Ingredients:
- 2 tbsp unsalted butter
- 1 medium yellow onion, diced
- 3 cloves garlic, minced
- 1 tsp dried oregano
- 1 lb green cabbage, thinly shredded
- 2 medium Yukon Gold potatoes, peeled and diced into 1/2 inch cubes
- 1 can (14.5oz) diced tomatoes with juices
- 6 cups vegetable broth
- 1 bay leaf
- 1/2 tsp salt
- 1/4 tsp black pepper
- 1 tbsp fresh lemon juice
- 2 tbsp fresh parsley, chopped
Instructions:
- Heat the butter or oil over medium heat. Add the diced onion and sauté until translucent and fragrant (about 3 minutes).
- Stir in the minced garlic and oregano, cooking for just 60 seconds until the garlic smells nutty and toasted.
- Stir in the shredded cabbage and diced potatoes. Pour in the diced tomatoes and vegetable broth. Add the bay leaf, salt, and pepper.
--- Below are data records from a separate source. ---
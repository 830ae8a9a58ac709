import { readdirSync, readFileSync } from 'node:fs';
import { dirname, join } from 'node:path';
import { expect, test, type Page } from 'playwright/test';
import {
  complaintsOf,
  DARK,
  expectAccessible,
  goTo,
  keepPicture,
  LARGE,
  type Look,
  showIn,
  SMALL,
} from './page-checks.ts';
import { Program } from './program.ts';

let program: Program;

test.beforeEach(async () => {
  program = await Program.inNewHome();
});

test.afterEach(async () => {
  await program.end();
});

/** Keeps a picture of a station in a size and a scheme. */
async function picture(page: Page, name: string, look: Look): Promise<void> {
  await showIn(page, look);
  await keepPicture(page, `class-${name}`, look);
}

/** The same, and what the accessibility checker finds there. */
async function lookAt(page: Page, name: string, look: Look): Promise<void> {
  await picture(page, name, look);
  await expectAccessible(page);
}

/** A page is higher than wide once it is drawn. */
async function pageDrawn(page: Page, text: RegExp): Promise<void> {
  await expect(page.getByText(text)).toBeVisible({ timeout: 30_000 });
  await expect
    .poll(() => page.locator('main canvas').evaluate((canvas: HTMLCanvasElement) => canvas.height > canvas.width))
    .toBe(true);
}

/** Thirty-one rows as a spreadsheet gives them: three absent, one score too high, one name twice, one name with "=". */
const ROWS: readonly (readonly [string, string])[] = [
  ['=Una Marsh', '21'],
  ['Bram Tolly', '99'],
  ['Ceri Quill', 'absent'],
  ['Dov Ister', 'absent'],
  ['Edda Wray', 'absent'],
  ['Fenn Orrick', '17'],
  ['Fenn Orrick', '24'],
  ...Array.from({ length: 24 }, (_, index): readonly [string, string] => [
    `Pupil ${String.fromCharCode(65 + index)} Harrow`,
    String(8 + ((index * 7) % 30)),
  ]),
];
const PASTED = ['Name\tRaw score', ...ROWS.map((cells) => cells.join('\t'))].join('\n');

function bytesWithName(folder: string, file: string): boolean {
  const bytes = readFileSync(join(folder, file));
  return bytes.includes('Una Marsh') || bytes.includes('Fenn Orrick');
}

test('a pasted list of thirty-one becomes a report and slips, and the key to its codes stays apart', async ({
  page,
}) => {
  const complaints = complaintsOf(page);
  await page.goto(await program.start());
  await expect(page.getByRole('heading', { name: 'Normloom' })).toBeVisible();
  await page.getByRole('button', { name: 'Class report' }).click();
  await page.getByRole('button', { name: 'The table of the sample' }).click();
  await expect(page.getByRole('main')).toContainText('Scores are looked up in');
  await lookAt(page, 'table', SMALL);

  await goTo(page, 'List');
  await page.getByLabel('Class', { exact: true }).fill('Class 5a');
  await page.getByLabel(/^The list: one line for each/).fill(PASTED);
  await page.getByRole('button', { name: 'Read this list' }).click();
  await expect(page.getByLabel('What Name holds')).toHaveValue('name');
  await expect(page.getByLabel('What Raw score holds')).toHaveValue('score');
  await lookAt(page, 'incoming', DARK);
  await page.getByRole('button', { name: 'Take these 31 rows' }).click();
  await expect(page.getByLabel('Name, line 2', { exact: true })).toHaveValue('=Una Marsh');
  await picture(page, 'list', SMALL);

  await goTo(page, 'Questions');
  await expect(page.getByRole('button', { name: /^Questions/ })).toContainText('2 of 2 open');
  const tooHigh = page.getByRole('group', { name: /^Line 3: the score “99” lies above/ });
  await tooHigh.getByLabel('Type the right score').check();
  await tooHigh.getByRole('textbox').fill('1000');
  await tooHigh.getByRole('textbox').press('Tab');
  await expect(tooHigh.getByRole('alert')).toContainText('lies above');
  await tooHigh.getByRole('textbox').fill('29');
  await tooHigh.getByRole('textbox').press('Tab');
  await expect(tooHigh).toContainText('Answered.');
  await lookAt(page, 'questions', DARK);
  await page
    .getByRole('group', { name: /^Lines 7 and 8/ })
    .getByLabel('One pupil: keep line 8 only')
    .check();
  await expect(page.getByRole('button', { name: /^Questions/ })).toContainText('2 answered');

  await goTo(page, 'Report');
  await pageDrawn(page, /^page 1 of \d+$/);
  await expect(page.getByRole('row', { name: 'absent 3' })).toBeVisible();
  await lookAt(page, 'report', SMALL);
  await goTo(page, 'Slips');
  await pageDrawn(page, /^page 1 of 7$/);
  await lookAt(page, 'slips', LARGE);

  await goTo(page, 'Sharing and press');
  await page.getByRole('radio', { name: /^With codes/ }).check();
  await page.getByRole('button', { name: 'Press', exact: true }).click();
  await expect(page.getByText('Pressed.')).toBeVisible({ timeout: 60_000 });
  await lookAt(page, 'press', DARK);
  const key = await page.getByRole('table', { name: 'The key to the codes' }).getByRole('cell').first().innerText();
  const folder = folderOf(await page.getByText(/^Pressed\. The files lie in/).innerText());
  const files = readdirSync(folder);
  expect(files.filter((file) => file.endsWith('.pdf')).length).toBeGreaterThanOrEqual(2);
  expect(key).toContain('key');
  expect(bytesWithName(dirname(folder), key)).toBe(true);
  expect(readFileSync(join(dirname(folder), key), 'utf8')).toContain('=Una Marsh');
  expect(files.filter((file) => bytesWithName(folder, file))).toEqual([]);

  await page.getByRole('button', { name: 'Save' }).click();
  await expect(page.getByText(/^Saved \d\d:\d\d$/)).toBeVisible();
  await page.getByRole('radio', { name: /^As a summary/ }).check();
  await expect(page.getByText(/^Changed since/)).toBeVisible();
  await page.getByRole('button', { name: 'Normloom' }).click();
  await expect(page.getByRole('dialog', { name: 'Class 5a is not saved' })).toBeVisible();
  await page.getByRole('button', { name: 'Leave without saving' }).click();
  await page.getByRole('button', { name: 'Class 5a' }).click();
  await goTo(page, 'Questions');
  await expect(page.getByRole('button', { name: /^Questions/ })).toContainText('2 answered');
  expect(complaints).toEqual([]);
});

function folderOf(line: string): string {
  return /lie in (.*)\.$/.exec(line.split('\n')[0] ?? '')?.[1] ?? '';
}

test('a published table is typed in, its gap is told by line, and a class is looked up in it', async ({ page }) => {
  const complaints = complaintsOf(page);
  await page.goto(await program.start());
  await page.getByRole('button', { name: 'Class report' }).click();
  await page.getByRole('button', { name: 'A published table' }).click();
  const lines = page.getByLabel(/^Lines of the table/);
  await lines.fill('0-4 <1\n5-9 12\n11 40\n12-20 >99');
  await page.getByRole('button', { name: 'Take this table' }).click();
  await expect(page.getByRole('alert')).toContainText('Give the test its title');
  await page.getByLabel('Title of the test').fill('Harbour spelling test');
  await page.getByLabel('Where it is printed').fill('Harbour tests, manual, table 3');
  await page.getByRole('button', { name: 'Take this table' }).click();
  await expect(page.getByRole('alert')).toContainText('Line 3: Score 10 has no rank');
  await lookAt(page, 'published', SMALL);
  await lines.fill('0-4 <1\n5-9 12\n10-11 40\n12-20 >99');
  await page.getByRole('button', { name: 'Take this table' }).click();
  await expect(page.getByText('Scores are looked up in “Harbour spelling test”.')).toBeVisible();
  await expect(page.getByText('Harbour tests, manual, table 3')).toBeVisible();

  await goTo(page, 'List');
  const more = page.getByRole('form', { name: 'One more' });
  for (const [name, score] of [
    ['Ada Lorne', '7'],
    ['=Ben Stroud', '20'],
  ] as const) {
    await more.getByLabel('Name').fill(name);
    await more.getByLabel('Raw score').fill(score);
    await more.getByRole('button', { name: 'Add a row' }).click();
  }
  await expect(page.getByRole('row', { name: /rank 12/ })).toBeVisible();
  await expect(page.getByRole('row', { name: /rank >99/ })).toBeVisible();
  await lookAt(page, 'typed', LARGE);
  await page.getByRole('button', { name: 'Undo' }).click();
  await expect(page.getByRole('row', { name: /rank >99/ })).toBeHidden();
  await page.getByRole('button', { name: 'Redo' }).click();

  await goTo(page, 'Report');
  await pageDrawn(page, /^page 1 of \d+$/);
  await goTo(page, 'Sharing and press');
  await page.getByRole('button', { name: 'Press', exact: true }).click();
  await expect(page.getByText('Pressed.')).toBeVisible({ timeout: 60_000 });
  const folder = folderOf(await page.getByText(/^Pressed\. The files lie in/).innerText());
  const files = readdirSync(folder);
  expect(readFileSync(join(folder, files.find((file) => file.endsWith('.csv')) ?? ''), 'utf8')).toContain(
    '=Ben Stroud',
  );
  expect(files.filter((file) => /Stroud|Lorne/.test(file))).toEqual([]);
  expect(complaints).toEqual([]);
});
- Increase heat to medium-high and bring to a boil, then immediately reduce to a simmer. Cover partially and cook for 8-10 minutes, or until the potatoes are fork-tender and the cabbage has wilted into a soft, velvety texture.
- Remove the pot from heat. Stir in the lemon juice (or vinegar) and fresh parsley.